§ To do
Read through the lines below for the string "True" and copy each one that has it.

§ Provided records
Content starts

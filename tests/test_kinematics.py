"""Checks of peaksift.kinematics against outside references (named beside each check)."""

from __future__ import annotations

import warnings

import numpy as np
import pytest
import vector
from hypothesis import assume, given, settings
from hypothesis import strategies as st
from particle import Particle
from scipy.constants import physical_constants

from peaksift import kinematics as kin
from peaksift.errors import DataWarning


def _sum(a, b):
    return tuple(x + y for x, y in zip(a, b))


def test_back_to_back_massless_gives_twice_the_energy():
    # Two massless objects of energy E each, back to back: m = 2E (common practice).
    e = np.array([1.0, 45.6, 1000.0, 6500.0])
    for eta in (0.0, 1.3, -2.4):
        a = kin.to_cartesian(e / np.cosh(eta), eta, 0.3, 0.0)
        b = kin.to_cartesian(e / np.cosh(eta), -eta, 0.3 + np.pi, 0.0)
        px, py, pz, en = _sum(a, b)
        np.testing.assert_allclose(kin.invariant_mass(en, px, py, pz), 2 * e, rtol=1e-12)
        np.testing.assert_allclose(
            kin.pair_mass(e / np.cosh(eta), eta, 0.3, 0, e / np.cosh(eta), -eta, 0.3 + np.pi, 0),
            2 * e, rtol=1e-12)


def test_collinear_light_pair_keeps_precision():
    # Two collinear massless objects have m = 0 exactly and a pair at small opening angle
    # theta has m^2 = 2 E1 E2 (1 - cos theta) (common practice); the factored pair formula
    # must reproduce it where E^2 - p^2 would lose all digits.
    pt, dphi = 1000.0, 1e-7
    m = kin.pair_mass(pt, 0.0, 0.0, 0.0, pt, 0.0, dphi, 0.0)
    np.testing.assert_allclose(m, np.sqrt(2 * pt * pt * (2 * np.sin(dphi / 2) ** 2)), rtol=1e-9)


@settings(max_examples=60, deadline=None, derandomize=True)
@given(
    pt1=st.floats(1.0, 500.0), eta1=st.floats(-3, 3), phi1=st.floats(-3.1, 3.1),
    m1=st.floats(0.0, 100.0), pt2=st.floats(1.0, 500.0), eta2=st.floats(-3, 3),
    phi2=st.floats(-3.1, 3.1), m2=st.floats(0.0, 100.0),
    beta=st.tuples(st.floats(-0.6, 0.6), st.floats(-0.6, 0.6), st.floats(-0.6, 0.6)),
)
def test_mass_is_invariant_under_boosts(pt1, eta1, phi1, m1, pt2, eta2, phi2, m2, beta):
    # Invariant mass is Lorentz invariant (a property of special relativity, no number
    # needed); the boost itself is done by the `vector` package, outside this project.
    # Compared as m^2 relative to E^2: near a lightlike pair (m -> 0) the mass itself is
    # ill-conditioned (rounding eps E^2 in m^2 is sqrt(eps) E in m), its square is not.
    assume(sum(b * b for b in beta) < 0.9)  # a physical boost, |beta| < 1
    a = vector.obj(pt=pt1, eta=eta1, phi=phi1, mass=m1)
    b = vector.obj(pt=pt2, eta=eta2, phi=phi2, mass=m2)
    pa = kin.to_cartesian(pt1, eta1, phi1, m1)
    pb = kin.to_cartesian(pt2, eta2, phi2, m2)
    px, py, pz, e = _sum(pa, pb)
    m_rest = kin.invariant_mass(e, px, py, pz)
    boost = vector.obj(x=beta[0], y=beta[1], z=beta[2])
    ab, bb = a.boost_beta3(boost), b.boost_beta3(boost)
    s = ab + bb
    m_boosted = kin.invariant_mass(s.E, s.px, s.py, s.pz)
    scale2 = e * e + s.E * s.E
    assert abs(m_boosted**2 - m_rest**2) <= 1e-12 * scale2
    pm = kin.pair_mass(ab.pt, ab.eta, ab.phi, ab.mass, bb.pt, bb.eta, bb.phi, bb.mass)
    assert abs(pm**2 - m_rest**2) <= 1e-12 * scale2


def test_antiproton_threshold_is_six_proton_masses():
    # p + p -> p + p + p + pbar on a fixed target needs beam kinetic energy 6 m_p ~ 5.63 GeV
    # (textbook worked example: Griffiths, Introduction to Elementary Particles, 2nd ed., 2008).
    # Proton mass from scipy.constants (CODATA).
    mp = physical_constants["proton mass energy equivalent in MeV"][0] / 1000.0
    t = kin.threshold_beam_energy(4 * mp, mp, mp, kinetic=True)
    np.testing.assert_allclose(t, 6 * mp, rtol=1e-12)
    assert 5.62 < float(t) < 5.64  # "~5.63 GeV", from memory
    e_tot = kin.threshold_beam_energy(4 * mp, mp, mp)
    np.testing.assert_allclose(e_tot, 7 * mp, rtol=1e-12)
    # and that beam indeed reaches sqrt(s) = 4 m_p
    np.testing.assert_allclose(kin.sqrt_s_fixed_target(t, mp, mp, kinetic=True), 4 * mp, rtol=1e-12)
    np.testing.assert_allclose(kin.sqrt_s_fixed_target(e_tot, mp, mp), 4 * mp, rtol=1e-12)


def test_collider_sqrt_s():
    # Symmetric head-on massless beams: sqrt(s) = 2E; asymmetric: 2 sqrt(E1 E2) (common practice).
    np.testing.assert_allclose(kin.sqrt_s_collider(6500.0, 6500.0), 13000.0, rtol=1e-14)
    np.testing.assert_allclose(kin.sqrt_s_collider(27.5, 920.0), 2 * np.sqrt(27.5 * 920.0))
    # massive beams at rest give s = (m1 + m2)^2 (PDG Review, "Kinematics")
    np.testing.assert_allclose(kin.sqrt_s_collider(1.0, 2.0, 1.0, 2.0), 3.0)


def test_lepton_masses_match_codata():
    # The lepton masses peaksift uses (GeV) against scipy.constants.physical_constants
    # (CODATA, MeV): the known-particle table (peaksift.resonances.lookup) and the masses the
    # demo generator writes for its muons and electrons (peaksift.simulate.generate, stored
    # as float32, so 1e-7 relative).  CODATA and the PDG tables agree to far better than
    # 1e-6 for e and mu; the tau mass is known to ~1e-4 only.
    from peaksift import resonances, simulate

    codata = {name: physical_constants[f"{name} mass energy equivalent in MeV"][0] / 1000.0
              for name in ("electron", "muon", "tau")}
    for table_name, name, tol in [("e-", "electron", 1e-6), ("mu-", "muon", 1e-6),
                                  ("tau-", "tau", 1e-4)]:
        got = resonances.lookup(table_name).mass
        assert abs(got - codata[name]) / codata[name] < tol, (name, got, codata[name])
    tb = simulate.generate(50, seed=3)
    for name in ("muon", "electron"):
        m = np.unique(tb[name].combine_chunks().flatten().field("mass").to_numpy())
        assert m.size == 1, (name, m)
        assert abs(float(m[0]) - codata[name]) / codata[name] < 1e-7, (name, m, codata[name])


def test_two_body_momentum():
    # Z -> mu mu: p* = (M/2) sqrt(1 - 4 m^2/M^2) (PDG Review, "Kinematics", two-body decays);
    # masses from the particle package.
    mz = Particle.from_pdgid(23).mass / 1000
    mmu = Particle.from_pdgid(13).mass / 1000
    np.testing.assert_allclose(kin.two_body_momentum(mz, mmu, mmu),
                               mz / 2 * np.sqrt(1 - 4 * mmu**2 / mz**2), rtol=1e-13)
    # pi+ -> mu+ nu: p* = (m_pi^2 - m_mu^2) / (2 m_pi) ~ 29.79 MeV (from memory); pion mass
    # from the particle package, muon mass from scipy.constants (CODATA)
    mpi = Particle.from_pdgid(211).mass
    mmu_codata = physical_constants["muon mass energy equivalent in MeV"][0]
    p = kin.two_body_momentum(mpi, mmu_codata, 0.0)
    np.testing.assert_allclose(p, (mpi**2 - mmu_codata**2) / (2 * mpi), rtol=1e-12)
    assert 29.7 < float(p) < 29.9
    assert np.isnan(kin.two_body_momentum(1.0, 0.6, 0.6))


def test_rapidity_pseudorapidity_angles():
    # For massless objects y = eta (PDG Review, "Kinematics").
    px, py, pz, e = kin.to_cartesian([10.0, 20.0], [0.5, -2.0], [0.1, 3.0], [0.0, 0.0])
    np.testing.assert_allclose(kin.rapidity(e, pz), [0.5, -2.0], rtol=1e-12)
    np.testing.assert_allclose(kin.pseudorapidity(px, py, pz), [0.5, -2.0], rtol=1e-12)
    # Delta phi wraps into [-pi, pi) (common practice)
    np.testing.assert_allclose(kin.delta_phi(3.0, -3.0), 6.0 - 2 * np.pi)
    np.testing.assert_allclose(kin.delta_phi(-3.0, 3.0), 2 * np.pi - 6.0)
    np.testing.assert_allclose(kin.delta_r(0.0, 3.0, 0.3, -3.0), np.hypot(0.3, 2 * np.pi - 6.0))
    # Transverse mass of back-to-back pT = 40 GeV objects: 2 pT = 80 (common practice: Jacobian
    # edge at the parent mass).
    np.testing.assert_allclose(kin.transverse_mass(40.0, 0.0, 40.0, np.pi), 80.0)


def test_negative_mass_squared_policy():
    # Rounding-level negative m^2 -> 0; genuinely negative -> NaN with one DataWarning.
    with warnings.catch_warnings():
        warnings.simplefilter("error")
        assert kin.invariant_mass(100.0, 0.0, 0.0, 100.0 * (1 + 1e-15)) == 0.0
    with pytest.warns(DataWarning, match="2 of 3 four-vectors"):
        m = kin.invariant_mass([10.0, 10.0, 10.0], [0.0, 0.0, 0.0], [0.0, 0.0, 0.0],
                               [11.0, 12.0, 6.0])
    assert np.isnan(m[0]) and np.isnan(m[1]) and m[2] == pytest.approx(8.0)


def test_cartesian_round_trip():
    rng = np.random.default_rng(1)
    pt, eta, phi, m = rng.uniform(1, 100, 50), rng.uniform(-3, 3, 50), rng.uniform(-3, 3, 50), \
        rng.uniform(0, 10, 50)
    back = kin.from_cartesian(*kin.to_cartesian(pt, eta, phi, m)[:3], kin.to_cartesian(pt, eta, phi, m)[3])
    for a, b in zip(back, (pt, eta, phi, m)):
        np.testing.assert_allclose(a, b, rtol=1e-8, atol=1e-7)


# ------------------------------------------------- polar pair formulas vs 60 digits
def _dec_sin_cos(x):
    """sin and cos of a Decimal by their Taylor series (written here; 60 digits)."""
    import decimal

    s, c, term_s, term_c, k = decimal.Decimal(0), decimal.Decimal(0), x, decimal.Decimal(1), 0
    eps = decimal.Decimal(10) ** -70
    while abs(term_s) > eps or abs(term_c) > eps:
        s += term_s
        c += term_c
        term_s = -term_s * x * x / ((2 * k + 2) * (2 * k + 3))
        term_c = -term_c * x * x / ((2 * k + 1) * (2 * k + 2))
        k += 1
    return s, c


def _reference_pair(pt1, eta1, phi1, m1, pt2, eta2, phi2, m2):
    """Mass, pT and rapidity of the summed four-vector from Cartesian components, all in
    60-digit decimal arithmetic (PDG Review, "Kinematics": px = pT cos phi, py = pT sin phi,
    pz = pT sinh eta, E^2 = (pT cosh eta)^2 + m^2; m^2 = E^2 - |p|^2,
    y = ln((E + pz)/(E - pz)) / 2), independent of peaksift.kinematics."""
    import decimal

    with decimal.localcontext() as ctx:
        ctx.prec = 60
        tot = [decimal.Decimal(0)] * 4
        for pt, eta, phi, m in ((pt1, eta1, phi1, m1), (pt2, eta2, phi2, m2)):
            pt, eta, phi, m = (decimal.Decimal(float(v)) for v in (pt, eta, phi, m))
            s, c = _dec_sin_cos(phi)
            x = eta.exp()
            sh, ch = (x - 1 / x) / 2, (x + 1 / x) / 2
            comp = (pt * c, pt * s, pt * sh, ((pt * ch) ** 2 + m * m).sqrt())
            tot = [a + b for a, b in zip(tot, comp)]
        px, py, pz, e = tot
        msq = e * e - px * px - py * py - pz * pz
        return (float(msq.sqrt()), float((px * px + py * py).sqrt()),
                float(((e + pz) / (e - pz)).ln() / 2))


def _check_pairs(cases, rtol_mass, rtol_pt, atol_y):
    cols = np.array(cases, dtype=float).T
    mass, pt, y = kin.pair_kinematics(*cols)
    ref = np.array([_reference_pair(*c) for c in cases]).T
    np.testing.assert_allclose(mass, ref[0], rtol=rtol_mass, atol=0)
    np.testing.assert_allclose(pt, ref[1], rtol=rtol_pt, atol=0)
    np.testing.assert_allclose(y, ref[2], rtol=0, atol=atol_y)
    np.testing.assert_array_equal(kin.pair_mass(*cols), mass)


def test_pair_kinematics_random_pairs_match_60_digit_cartesian():
    # Ordinary pairs, massless and massive (masses: 0, e, mu, tau from memory; a heavy
    # object), both forward and central; reference: 60-digit Cartesian sums (above).
    rng = np.random.default_rng(11)
    masses = [0.0, 0.000511, 0.10566, 1.777, 91.19]
    cases = [(rng.uniform(0.5, 500), rng.uniform(-4.5, 4.5), rng.uniform(-np.pi, np.pi),
              rng.choice(masses), rng.uniform(0.5, 500), rng.uniform(-4.5, 4.5),
              rng.uniform(-np.pi, np.pi), rng.choice(masses)) for _ in range(400)]
    _check_pairs(cases, rtol_mass=1e-14, rtol_pt=1e-14, atol_y=1e-14)


def test_pair_kinematics_near_collinear_and_back_to_back():
    # Nearly collinear pairs, where E^2 - |p|^2 in double precision loses up to all digits
    # (common practice: use a cancellation-free form), against the 60-digit reference.
    cases = []
    for m in (0.0, 0.000511, 0.10566):
        for d in (1e-3, 1e-5, 1e-7):
            # opening in azimuth only (also across phi = +-pi), and in pseudorapidity only
            cases += [(40.0, 0.7, 0.3, m, 25.0, 0.7, 0.3 + d, m),
                      (40.0, -1.9, np.pi - d / 2, m, 60.0, -1.9, -np.pi + d / 2, m)]
    # back to back with equal pT: the pair pT is tiny and must keep its relative precision
    cases += [(45.0, 0.4, 0.2, 0.10566, 45.0 * (1 + 1e-9), -1.1, 0.2 - np.pi, 0.10566),
              (30.0, 0.0, 0.0, 0.0, 30.0, 0.0, np.pi * (1 - 1e-8), 0.0)]
    _check_pairs(cases, rtol_mass=1e-14, rtol_pt=1e-13, atol_y=1e-14)
    # an opening d in pseudorapidity only: the mass is as sensitive to an ulp of eta as
    # |eta| / d (the conditioning of the problem), so the tolerance scales with it
    for d in (1e-3, 1e-5, 1e-7):
        for m in (0.0, 0.10566, 5.0):
            c = (40.0, 2.3, 0.3, m, 25.0, 2.3 + d, 0.3, m)
            got = kin.pair_kinematics(*c)
            ref = _reference_pair(*c)
            assert abs(got[0] - ref[0]) <= 10 * 2.3 / d * 2.2e-16 * ref[0], (c, got, ref)
            assert abs(got[1] - ref[1]) <= 1e-14 * ref[1]
            assert abs(got[2] - ref[2]) <= 1e-14


def test_half_angle_squares_match_numpy():
    # sin^2(x/2) and cos^2(x/2) against numpy's libm sin/cos (an outside implementation):
    # full relative precision on |x| <= 2 pi (azimuth differences of angles in [-pi, pi]),
    # including the points where the range reduction switches; beyond 2 pi whole turns are
    # removed first, which leaves an absolute error of a few ulp of pi.
    x = np.concatenate([np.linspace(-2 * np.pi, 2 * np.pi, 20001),
                        np.array([np.pi / 2, np.pi, 1.5 * np.pi, 2 * np.pi]) * (1 + 1e-16),
                        [0.0, 1e-300, -1e-12, -2 * np.pi, 2 * np.pi]])
    s2, c2 = kin.half_angle_squares(x)
    np.testing.assert_allclose(s2, np.sin(x / 2) ** 2, rtol=2e-15, atol=1e-300)
    np.testing.assert_allclose(c2, np.cos(x / 2) ** 2, rtol=2e-15, atol=1e-300)
    far = np.concatenate([np.linspace(2 * np.pi, 9 * np.pi, 7001), np.arange(2, 5) * 2 * np.pi])
    far = np.concatenate([far, -far])
    s2, c2 = kin.half_angle_squares(far)
    np.testing.assert_allclose(s2, np.sin(far / 2) ** 2, rtol=0, atol=4e-15)
    np.testing.assert_allclose(c2, np.cos(far / 2) ** 2, rtol=0, atol=4e-15)
    np.testing.assert_allclose(s2 + c2, 1.0, rtol=4e-16)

Content ends

§ Solution to this exercise
@settings(max_examples=60, deadline=None, derandomize=True)
    t = kin.threshold_beam_energy(4 * mp, mp, mp, kinetic=True)
    np.testing.assert_allclose(kin.sqrt_s_fixed_target(t, mp, mp, kinetic=True), 4 * mp, rtol=1e-12)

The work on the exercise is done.